:: Source data ::

/**
 * Whether the link has expired, by the database's clock (read with the row as the attribute `expired`),
 * so that every node agrees whatever its own clock says.
 */
const withExpired = { attributes: { include: [[dbPassed('TeamInvitation', 'expires_at'), 'expired']] as [ReturnType<typeof dbPassed>, string][] } }
const expired = (r: TeamInvitationModel) => {
  const e = r.get('expired' as never) as unknown
  if (typeof e !== 'boolean') throw new Error('an invitation row read without its expired attribute (withExpired)')
  return e
}
const stateOf = (r: TeamInvitationModel): Invitation['state'] =>
  r.acceptedAt ? 'accepted' : r.revokedAt ? 'revoked' : expired(r) ? 'expired' : 'pending'
const toInvitation = (r: TeamInvitationModel): Invitation => ({
  id: r.id, email: r.email, name: r.name, role: r.role,
  invitedBy: r.invitedBy ? { id: r.invitedBy, name: r.inviter?.name ?? '' } : null,
  createdAt: iso(r.createdAt), expiresAt: iso(r.expiresAt), state: stateOf(r),
})
const withInviter = { ...withExpired, include: [{ association: 'inviter', attributes: ['id', 'name'], required: false }] }
/** An e-mail address compared as the unique index on users compares it (lower-case). */
const emailIs = (email: string) => where(fn('lower', col('email')), Op.eq, fn('lower', email))
const emailTaken = async (email: string, t?: Transaction) => (await models().User.count({ where: emailIs(email), transaction: t })) > 0

/** Invitations not yet used, newest first (expired ones stay listed for a week so they can be sent again). */
export async function listInvitations(): Promise<Invitation[]> {
  const rows = await models().TeamInvitation.findAll({
    ...withInviter,
    where: { acceptedAt: null, revokedAt: null, expiresAt: { [Op.gt]: dbNowPlus(-7 * 24 * 3600) } },
    order: [['createdAt', 'DESC']],
  })
  return rows.map(toInvitation)
}

export const setPasswordUrl = (token: string) => `${publicBaseUrl()}/welcome/${token}`

/**
 * Invites a new advisor or supervisor: a one-time link (72 h) by e-mail. Inviting the same address
 * again withdraws the earlier link. The account is created only when the link is used.
 */
export async function invite(by: User, input: InviteInput): Promise<{ invitation: Invitation; token: string }> {
  if (await emailTaken(input.email)) throw conflict('There is already an account with that e-mail address', 'email_taken')
  const token = randomBytes(32).toString('base64url')
  const { TeamInvitation } = models()
  const id = await withTransaction(async (t) => {
    await TeamInvitation.update({ revokedAt: dbNow() }, { where: { [Op.and]: [emailIs(input.email), { acceptedAt: null, revokedAt: null }] }, transaction: t })
    const row = await TeamInvitation.create(
      { email: input.email, name: input.name, role: input.role, tokenHash: hashToken(token), invitedBy: by.id, expiresAt: dbNowPlus(INVITATION_HOURS * 3600) as unknown as Date },
      { transaction: t },
    )
    await queueEmail(
      { to: input.email, kind: 'invitation', vars: { recipientName: input.name, inviterName: by.name, role: input.role, setPasswordUrl: setPasswordUrl(token), expiresAt: row.expiresAt } },
      { transaction: t },
    )
    await recordAudit({ actorId: by.id, action: 'invitation.sent', targetName: input.name, targetEmail: input.email, details: { role: input.role, invitationId: row.id } }, t)
    return row.id
  })
  const row = await TeamInvitation.findByPk(id, withInviter)
  return { invitation: toInvitation(row!), token }
}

:::

What you return must match the listing exactly, line for line.

### [Task answer]
/**
 * Whether the link has expired, by the database's clock (read with the row as the attribute `expired`),
 * so that every node agrees whatever its own clock says.
 */
const withExpired = { attributes: { include: [[dbPassed('TeamInvitation', 'expires_at'), 'expired']] as [ReturnType<typeof dbPassed>, string][] } }
const expired = (r: TeamInvitationModel) => {
  const e = r.get('expired' as never) as unknown
  if (typeof e !== 'boolean') throw new Error('an invitation row read without its expired attribute (withExpired)')
  return e
}
const stateOf = (r: TeamInvitationModel): Invitation['state'] =>
  r.acceptedAt ? 'accepted' : r.revokedAt ? 'revoked' : expired(r) ? 'expired' : 'pending'
const toInvitation = (r: TeamInvitationModel): Invitation => ({
  id: r.id, email: r.email, name: r.name, role: r.role,
  invitedBy: r.invitedBy ? { id: r.invitedBy, name: r.inviter?.name ?? '' } : null,
  createdAt: iso(r.createdAt), expiresAt: iso(r.expiresAt), state: stateOf(r),
})
const withInviter = { ...withExpired, include: [{ association: 'inviter', attributes: ['id', 'name'], required: false }] }
/** An e-mail address compared as the unique index on users compares it (lower-case). */
const emailIs = (email: string) => where(fn('lower', col('email')), Op.eq, fn('lower', email))
const emailTaken = async (email: string, t?: Transaction) => (await models().User.count({ where: emailIs(email), transaction: t })) > 0

/** Invitations not yet used, newest first (expired ones stay listed for a week so they can be sent again). */
export async function listInvitations(): Promise<Invitation[]> {
  const rows = await models().TeamInvitation.findAll({
    ...withInviter,
    where: { acceptedAt: null, revokedAt: null, expiresAt: { [Op.gt]: dbNowPlus(-7 * 24 * 3600) } },
    order: [['createdAt', 'DESC']],
  })
  return rows.map(toInvitation)
}

export const setPasswordUrl = (token: string) => `${publicBaseUrl()}/welcome/${token}`

/**
 * Invites a new advisor or supervisor: a one-time link (72 h) by e-mail. Inviting the same address
 * again withdraws the earlier link. The account is created only when the link is used.
 */
export async function invite(by: User, input: InviteInput): Promise<{ invitation: Invitation; token: string }> {
  if (await emailTaken(input.email)) throw conflict('There is already an account with that e-mail address', 'email_taken')
  const token = randomBytes(32).toString('base64url')
  const { TeamInvitation } = models()
  const id = await withTransaction(async (t) => {
    await TeamInvitation.update({ revokedAt: dbNow() }, { where: { [Op.and]: [emailIs(input.email), { acceptedAt: null, revokedAt: null }] }, transaction: t })
    const row = await TeamInvitation.create(
      { email: input.email, name: input.name, role: input.role, tokenHash: hashToken(token), invitedBy: by.id, expiresAt: dbNowPlus(INVITATION_HOURS * 3600) as unknown as Date },
      { transaction: t },
    )
    await queueEmail(
      { to: input.email, kind: 'invitation', vars: { recipientName: input.name, inviterName: by.name, role: input.role, setPasswordUrl: setPasswordUrl(token), expiresAt: row.expiresAt } },
      { transaction: t },
    )
    await recordAudit({ actorId: by.id, action: 'invitation.sent', targetName: input.name, targetEmail: input.email, details: { role: input.role, invitationId: row.id } }, t)
    return row.id
  })
  const row = await TeamInvitation.findByPk(id, withInviter)
  return { invitation: toInvitation(row!), token }
}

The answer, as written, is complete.